Los desastres naturales posiblemente han generado en algunos de nuestros fieles y
demás ciudadanos sentimientos de angustia, confusión y desesperanza, poniendo a
prueba incluso su misma fe.
Quiero dar una palabra de aliento y motivación desde Jesús y su evangelio. No
olvidemos que toda crisis puede ser fuente de crecimiento. Deseo que todos puedan
experimentar la cercanía afectiva y efectiva de la Iglesia, que no es ajena a los
sufrimientos de sus hijos, antes bien, sufre con ellos y quiere poner a su disposición todos
los medios para suscitar una renovada esperanza.
Es hora de una actitud proactiva y no autoreferencial; que los lamentables sucesos de
estos días nos impulsen a dar un paso adelante y ampliar nuestra mirada hacia quienes
claman por gestos concretos de solidaridad cristiana.
Hermanos de Tlaxcala, recordemos la exhortación del apóstol Pablo: “¿Quién nos
separará del amor de Cristo? ¿la tribulación, o la angustia…? Estoy seguro de que ni la
muerte, ni la vida, ni lo presente, ni lo que está por venir, ni ninguna otra cosa nos podrá
separar del amor de Dios” (Rom 8, 35.38-39).
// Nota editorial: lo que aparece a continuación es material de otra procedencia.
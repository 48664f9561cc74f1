"""Groups that stand apart are named, and only as often by chance as stated."""

import numpy as np
import pytest
from scipy.stats import ttest_ind

from identkit.methods.group_contrast import group_contrast

GROUPS = np.repeat(np.eye(4, dtype=bool), 6, axis=1)


def test_agrees_with_a_single_student_test():
    values = np.random.default_rng(1).standard_normal((24, 1))
    found = group_contrast(values, GROUPS)
    single = ttest_ind(values[:6, 0], values[6:, 0], equal_var=True).pvalue
    assert found[0, 0] == pytest.approx(min(4 * single, 1.0))


def test_names_the_group_that_was_moved():
    values = np.random.default_rng(2).standard_normal((24, 20))
    values[12:18, 3] += 6.0
    found = group_contrast(values, GROUPS)
    assert found[2, 3] < 0.01
    assert np.argwhere(found < 0.01).tolist() == [[2, 3]]


def test_cries_wolf_no_more_often_than_stated():
    generator = np.random.default_rng(3)
    tables = [group_contrast(generator.standard_normal((24, 10)), GROUPS) for _ in range(400)]
    alarms = sum(bool((table < 0.05).any()) for table in tables)
    # binomial: 400 tables at 5 % give 20, standard deviation 4.4; Bonferroni keeps below
    assert alarms <= 20 + 3 * 4.4


def test_small_groups_and_constants_are_not_judged():
    values = np.zeros((24, 2))
    values[:, 1] = np.arange(24)
    few = np.zeros((1, 24), dtype=bool)
    few[0, :2] = True
    assert np.isnan(group_contrast(values, few)).all()
    assert np.isnan(group_contrast(values, GROUPS)[:, 0]).all()
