import numpy as np
import pytest
from scipy import signal

from identkit.methods.coherence_variance import coherence_variance


def test_the_formula_by_hand():
    """|H|^2 (1 - g2) / (g2 (n - 1)) = 25 * 0.2 / (0.8 * 10)."""
    found = coherence_variance(np.array([3 + 4j]), np.array([0.8]), 11)
    np.testing.assert_allclose(found, [0.625], rtol=1e-14)


@pytest.mark.parametrize(("coherence", "held"), [(1.0, 1 - 1e-6), (0.0, 1e-6)])
def test_no_point_is_known_without_error_or_with_an_infinite_one(coherence, held):
    found = coherence_variance(np.array([1j]), np.array([coherence]), 2)
    np.testing.assert_allclose(found, [(1 - held) / held], rtol=1e-9)


@pytest.mark.parametrize("averages", [1, 0.5, 0])
def test_a_single_average_is_refused(averages):
    with pytest.raises(ValueError, match="expected more than 1"):
        coherence_variance(np.ones(1, complex), np.ones(1), averages)


@pytest.mark.parametrize("noise", [0.2, 1.0])
def test_it_is_the_variance_of_responses_estimated_again_and_again(noise):
    """Open loop, white input, gain 2: scipy.signal estimates, judged by their real scatter.

    4 000 independent estimates over 63 lines: the mean of the stated variances has a standard
    error well below 1 %; the tolerance of 3 % is room for the bias of a ratio of estimates.
    """
    rng = np.random.default_rng(5)
    averages, length, trials = 16, 128, 4000
    drive = rng.standard_normal((trials, averages * length))
    output = 2.0 * drive + noise * rng.standard_normal(drive.shape)
    options = {"window": "boxcar", "nperseg": length, "noverlap": 0, "detrend": False}
    _, cross = signal.csd(drive, output, **options)
    _, auto = signal.welch(drive, **options)
    _, coherence = signal.coherence(drive, output, **options)
    response = (cross / auto)[:, 1:-1]
    stated = coherence_variance(response, coherence[:, 1:-1], averages)
    scatter = np.mean(np.abs(response - 2.0) ** 2)
    assert np.mean(stated) == pytest.approx(scatter, rel=0.03)
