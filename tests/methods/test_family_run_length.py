"""Run length of a whole family of charts, by simulation on dependent normal series."""

import numpy as np
import pytest

from identkit.methods.cusum_run_length import cusum_run_length
from identkit.methods.ewma_run_length import ewma_run_length
from identkit.methods.family_run_length import ChartFamily, family_limits
from identkit.methods.multivariate_ewma_run_length import multivariate_ewma_run_length
from identkit.methods.shewhart_individuals import individuals_run_length


def simulated_run_length(family, limits, correlation, repeats, seed):
    """Mean run length until any chart but that of group means signals, and its standard error."""
    generator = np.random.default_rng(seed)
    root = np.linalg.cholesky(correlation)
    shape = (repeats, family.series)
    moving, up, down = np.zeros(shape), np.zeros(shape), np.zeros(shape)
    joint = np.zeros((repeats, family.joint_series))
    lengths, running = np.zeros(repeats), np.ones(repeats, dtype=bool)
    deviation = np.sqrt(family.ewma_weight / (2 - family.ewma_weight))
    joint_scale = (2 - family.joint_weight) / family.joint_weight
    whiten = np.linalg.inv(root[: family.joint_series, : family.joint_series])
    while running.any():
        x = generator.standard_normal(shape) @ root.T
        lengths += running
        moving += family.ewma_weight * (x - moving)
        up = np.maximum(0.0, up + x - family.cusum_reference)
        down = np.maximum(0.0, down - x - family.cusum_reference)
        out = (np.abs(x) > limits.individuals) | (np.abs(moving) > limits.ewma * deviation)
        out |= (up > limits.cusum) | (down > limits.cusum)
        stop = out.any(axis=1)
        if family.joint_series:
            white = x[:, : family.joint_series] @ whiten.T
            joint += family.joint_weight * (white - joint)
            stop |= (joint**2).sum(axis=1) * joint_scale > limits.joint
        running &= ~stop
    return lengths.mean(), lengths.std() / np.sqrt(repeats)


def test_every_chart_has_the_same_run_length():
    family = ChartFamily(6, 3)
    limits = family_limits(family, 200.0)
    assert individuals_run_length(limits.individuals) == pytest.approx(limits.each, rel=1e-6)
    assert ewma_run_length(0.2, limits.ewma) == pytest.approx(limits.each, rel=1e-6)
    assert cusum_run_length(0.5, limits.cusum) == pytest.approx(limits.each, rel=1e-6)
    assert multivariate_ewma_run_length(3, 0.1, limits.joint) == pytest.approx(
        limits.each, rel=1e-6
    )
    assert limits.together == pytest.approx(200.0, rel=1e-5)


def test_more_charts_need_wider_limits():
    one, many = family_limits(ChartFamily(1), 370.0), family_limits(ChartFamily(54), 370.0)
    assert many.individuals > one.individuals > 3.0
    assert many.cusum > one.cusum
    assert many.ewma > one.ewma


@pytest.mark.parametrize("common", [0.0, 0.6, 0.95])
def test_the_run_length_is_at_least_what_is_stated(common):
    family = ChartFamily(6, 6)
    limits = family_limits(family, 60.0)
    correlation = np.full((6, 6), common) + (1.0 - common) * np.eye(6)
    mean, error = simulated_run_length(family, limits, correlation, 1200, seed=3)
    assert mean > 60.0 - 3.0 * error
    assert mean < 60.0 * 5.0  # the bound is not empty either


def test_the_individuals_of_independent_series_alone_are_exact():
    limit = family_limits(ChartFamily(4), 80.0)
    # four independent charts of individuals: the run length of the smallest of four geometrics
    alone = 1.0 / (1.0 - (1.0 - 1.0 / limit.each) ** 4)
    nothing = ChartFamily(4, 0, 0.2, 0.1, 0.5)
    wide = type(limit)(limit.individuals, np.inf, np.inf, np.inf, limit.each, alone)
    mean, error = simulated_run_length(nothing, wide, np.eye(4), 1500, seed=5)
    assert mean == pytest.approx(alone, abs=4.0 * error)
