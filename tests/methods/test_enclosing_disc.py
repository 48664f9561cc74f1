import numpy as np
import pytest
from scipy.optimize import linprog, minimize, nnls

from identkit.methods.enclosing_disc import enclosing_disc


def cloud(count: int, spread: float, points: int, seed: int) -> np.ndarray:
    rng = np.random.default_rng(seed)
    noise = rng.normal(size=(count, points)) + 1j * rng.normal(size=(count, points))
    return (1.0 + spread * noise) * np.exp(1j * rng.uniform(0.0, 6.0, points)) * 1e-7


@pytest.mark.parametrize("count", [1, 2, 3, 5, 40, 288])
@pytest.mark.parametrize("spread", [1e-6, 0.01, 0.3, 1.0, 3.0])
def test_optimality_conditions(count: int, spread: float) -> None:
    values = cloud(count, spread, 20, count)
    disc = enclosing_disc(values)
    for column in range(values.shape[1]):
        scaled = values[:, column] / np.abs(values[:, column]).mean()
        size = np.abs(values[:, column]).mean()
        q = 0.0 if disc.saturated[column] else size / disc.centre[column]
        distance = np.abs(scaled * q - 1.0)
        assert distance.max() <= disc.radius[column] * (1.0 + 1e-9) + 1e-12
        if disc.saturated[column]:
            rows = np.vstack([scaled.real, scaled.imag, np.ones(count)])
            hull = linprog(np.zeros(count), A_eq=rows, b_eq=[0.0, 0.0, 1.0])
            assert hull.status == 0
        elif count > 1:
            # No direction improves all active ones: 0 is a convex combination of their gradients.
            active = disc.active[column][disc.active[column] >= 0]
            np.testing.assert_allclose(distance[active], distance.max(), rtol=1e-8)
            slope = scaled[active].conj() * (scaled[active] * q - 1.0)
            slope /= np.abs(slope).max()
            rows = np.vstack([slope.real, slope.imag, np.ones(len(slope))])
            assert nnls(rows, np.array([0.0, 0.0, 1.0]))[1] < 1e-8


def test_against_a_general_minimiser() -> None:
    values = cloud(30, 0.3, 5, 3) * 1e7
    disc = enclosing_disc(values)
    for column in range(5):

        def worst(x: np.ndarray, column: int = column) -> float:
            return float(np.max(np.abs(values[:, column] * (x[0] + 1j * x[1]) - 1.0)))

        start = 1.0 / values[:, column].mean()
        options = {"xatol": 1e-12, "fatol": 1e-13, "maxiter": 4000, "maxfev": 8000}
        found = minimize(worst, [start.real, start.imag], method="Nelder-Mead", options=options)
        assert disc.radius[column] <= found.fun + 1e-12
        assert disc.radius[column] == pytest.approx(found.fun, abs=1e-6)


def test_independent_of_unit_phase_and_order() -> None:
    values = cloud(20, 0.4, 50, 9)
    disc = enclosing_disc(values)
    turned = enclosing_disc(values[::-1] * 1e12j)
    np.testing.assert_allclose(turned.radius, disc.radius, rtol=1e-10)


def test_opposed_responses_saturate_and_a_single_one_costs_nothing() -> None:
    opposed = enclosing_disc(np.array([[1.0 + 0j], [-1.0], [0.1j]]))
    assert opposed.radius[0] == 1.0
    assert opposed.saturated[0]
    assert not np.isfinite(opposed.centre[0])
    single = enclosing_disc(np.array([[2.0 + 1j]]))
    assert single.radius[0] == 0.0
    assert single.centre[0] == pytest.approx(2.0 + 1j)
Con la seguridad de que estamos en las
manos de Dios, hago un llamado a toda la Diócesis a fin de que nuestra fe se manifieste
en caridad, compartiendo los dones que nuestro Padre Dios nos ha concedido. Seamos
solidarios con nuestros hermanos que sufren.
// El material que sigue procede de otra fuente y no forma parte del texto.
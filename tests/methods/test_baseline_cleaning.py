import numpy as np
from scipy import stats

from identkit.methods.baseline_cleaning import clean_baseline


def test_clean_baselines_are_seldom_touched():
    generator = np.random.default_rng(1)
    touched = sum(
        not clean_baseline(generator.standard_normal(14), np.ones(14)).all() for _ in range(250)
    )
    assert stats.binomtest(touched, 250, 0.05).proportion_ci(0.999).low <= 0.05


def test_units_that_are_off_are_left_out_even_in_pairs():
    generator = np.random.default_rng(2)
    for _ in range(20):
        values = generator.standard_normal(16)
        values[[3, 9]] = 12.0
        kept = clean_baseline(values, np.ones(16))
        assert not kept[[3, 9]].any()
        assert kept.sum() >= 12


def test_a_poorly_measured_unit_is_given_its_allowance():
    values = np.concatenate([np.linspace(-1.0, 1.0, 11), [6.0]])
    assert not clean_baseline(values, np.ones(12))[-1]
    assert clean_baseline(values, np.append(np.ones(11), 25.0))[-1]


def test_missing_points_do_not_belong():
    values = np.array([0.1, np.nan, -0.2, 0.3, 0.0, 0.2])
    np.testing.assert_array_equal(clean_baseline(values, np.ones(6)), np.isfinite(values))
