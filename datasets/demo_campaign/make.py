"""Draw the small invented campaign again; see README.md."""

from pathlib import Path

from identkit.synthetic import InventedBench, Story, invent_campaign, to_dataset

UNITS, HEADS, TEMPERATURES, POINTS = 6, 2, (15.0, 45.0), 300


def main(target: Path) -> None:
    """Write the campaign as one NetCDF file."""
    campaign = invent_campaign(
        seed=7,
        units=UNITS,
        heads=HEADS,
        temperatures=TEMPERATURES,
        bench=InventedBench(points=POINTS),
        story=Story(odd_lot="", cracked_unit=""),
    )
    data = to_dataset(campaign).drop_vars(["usable_mask", "source"])
    data.attrs["title"] = (
        "Invented campaign of an invented positioning actuator; nothing is measured"
    )
    compressed = {name: {"zlib": True, "complevel": 9, "shuffle": True} for name in data.data_vars}
    compressed["averages"] = {}
    data.to_netcdf(target / "responses.nc", engine="h5netcdf", encoding=compressed)


if __name__ == "__main__":
    main(Path(__file__).parent)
En Tlaxcala tuvimos daños materiales, pero no pérdidas humanas; ésta es una gracia
que recibimos, pero al mismo tiempo es una llamada a la caridad. Demos gracias a Dios
por este don que nos concedió, compartiendo de y desde nuestra pobreza. Ayudemos a
nuestros hermanos necesitados.
Para lograr esto, cada parroquia se convertirá en un Centro de acopio de víveres y
artículos de primera necesidad, apoyado por los grupos parroquiales y personas de buena
voluntad. El centro de acopio diocesano está a espaldas de la Basílica de Nuestra Señora
de Ocotlán, calle Morelos n. 1.
También invito a cada parroquia a promover momentos de oración en sus comunidades
por el eterno descanso de los que han fallecido, por las familias que han perdido seres
queridos, por los que se han quedado sin casa, por los que han experimentado dolor y
sufren soledad en su espíritu, etc. La oración es siempre silenciosa, pero Dios la escucha.
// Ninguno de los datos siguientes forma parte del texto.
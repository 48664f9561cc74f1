import numpy as np
import pytest
from scipy.signal import cont2discrete

from identkit.methods.held_modal_model import held_response, split_delay
from identkit.methods.image_removal import remove_images
from identkit.methods.modal_model import ModalParameters, modal_response

PERIOD = 1 / 50_400


def plant(base="pivot", delay=1.1e-5, feedthrough=-0.02, rate=0.0):
    return ModalParameters(
        np.array([3000.0, 9000.0, 18000.0]),
        np.array([0.02, 0.015, 0.02]),
        np.array([-1e8, 4e8, 1.5e9]),
        np.array([rate, 0.0, -rate]),
        base,
        base_gain=2e9,
        base_frequency=70.0,
        base_damping_ratio=0.4,
        base_residue=2.6e9,
        feedthrough=feedthrough,
        delay=delay,
    )


def by_images(frequency, parameters, images=4000):
    """Sum of the plant's images behind the hold; converges where there is no feedthrough."""
    total = np.zeros(frequency.size, dtype=complex)
    for k in range(-images, images + 1):
        shifted = frequency + k / PERIOD
        value = modal_response(np.abs(shifted), parameters)
        value = np.where(shifted < 0, value.conj(), value)
        hold = np.sinc(shifted * PERIOD) * np.exp(-1j * np.pi * shifted * PERIOD)
        total += hold * value
    return total


@pytest.mark.parametrize("base", ["free", "pivot", "none"])
@pytest.mark.parametrize("delay", [0.0, 1.1e-5, 5e-5])
def test_it_is_the_sum_of_all_images(base, delay):
    frequency = np.array([60.0, 2990.0, 9000.0, 17000.0, 24000.0])
    model = plant(base, delay, feedthrough=0.0)
    np.testing.assert_allclose(
        held_response(frequency, model, PERIOD), by_images(frequency, model), rtol=3e-6
    )


def test_feedthrough_is_delayed_to_the_next_sample():
    none = ModalParameters(*[np.zeros(0)] * 4, "none", feedthrough=2.0)
    frequency = np.array([1000.0])
    z = np.exp(2j * np.pi * frequency * PERIOD)
    np.testing.assert_allclose(held_response(frequency, none, PERIOD), 2.0)
    late = ModalParameters(*[np.zeros(0)] * 4, "none", feedthrough=2.0, delay=1.5 * PERIOD)
    np.testing.assert_allclose(held_response(frequency, late, PERIOD), 2.0 / z**2)


def test_rates_agree_with_scipy():
    """scipy.signal.cont2discrete as independent realisation."""
    w, zeta, r, q = 2 * np.pi * 5000.0, 0.03, 1e8, 3e3
    system = cont2discrete(([q, r], [1.0, 2 * zeta * w, w * w]), PERIOD)
    z = np.exp(2j * np.pi * np.array([100.0, 5000.0, 20000.0]) * PERIOD)
    expected = np.polyval(system[0][0], z) / np.polyval(system[1], z)
    one = ModalParameters(*(np.array([v]) for v in (5000.0, zeta, r, q)), "none")
    found = held_response(np.array([100.0, 5000.0, 20000.0]), one, PERIOD)
    np.testing.assert_allclose(found, expected, rtol=1e-9)


def test_delays_are_split():
    assert split_delay(3.0, 1.0) == (3, 0.0)
    assert split_delay(2.25, 1.0) == (2, 0.25)
    assert split_delay(3.0 * 0.1, 0.1) == (3, 0.0)
    assert split_delay(-0.25, 1.0) == (-1, 0.75)


@pytest.mark.parametrize("noise", [1e-3, 2e-2])
def test_images_are_removed_to_below_the_noise(noise):
    generator = np.random.default_rng(1)
    frequency = np.geomspace(60.0, 23_000.0, 500)
    exact = held_response(frequency, plant(), PERIOD)
    variance = (noise * np.abs(exact)) ** 2
    parts = generator.standard_normal((2, frequency.size)) * np.sqrt(variance / 2)
    found = remove_images(frequency, exact + parts[0] + 1j * parts[1], variance, PERIOD)
    truth = modal_response(frequency, plant())
    scatter = variance / np.abs(np.sinc(frequency * PERIOD)) ** 2
    error = np.abs(found.response - truth) ** 2 / scatter
    assert np.mean(error) == pytest.approx(1.0, abs=0.15)
    assert np.all(found.last_change <= 0.11 * np.sqrt(scatter))
    assert found.noise_ratio == pytest.approx(1.0, abs=0.15)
Por solidaridad con las familias que sufren, a fin de unirnos a su dolor, y también por
seguridad, sabiendo que puede haber réplicas del sismo, este año haremos la Fiesta
Diocesana de los Niños Mártires en el mes de noviembre, cuando demos gracias por su
canonización.
Por otra parte, he pedido a los párrocos que estén atentos al estado de sus templos,
casas parroquiales y anexos, y que estén en estrecha colaboración con las autoridades
civiles. Los templos se mantendrán cerrados hasta que se nos dé luz verde para abrirlos;
algunos están seriamente dañados. Pido la comprensión y prudencia de todos.
Agradezco a las autoridades civiles el apoyo que han prestado a toda la población y por
el trabajo de coordinación que hemos tenido.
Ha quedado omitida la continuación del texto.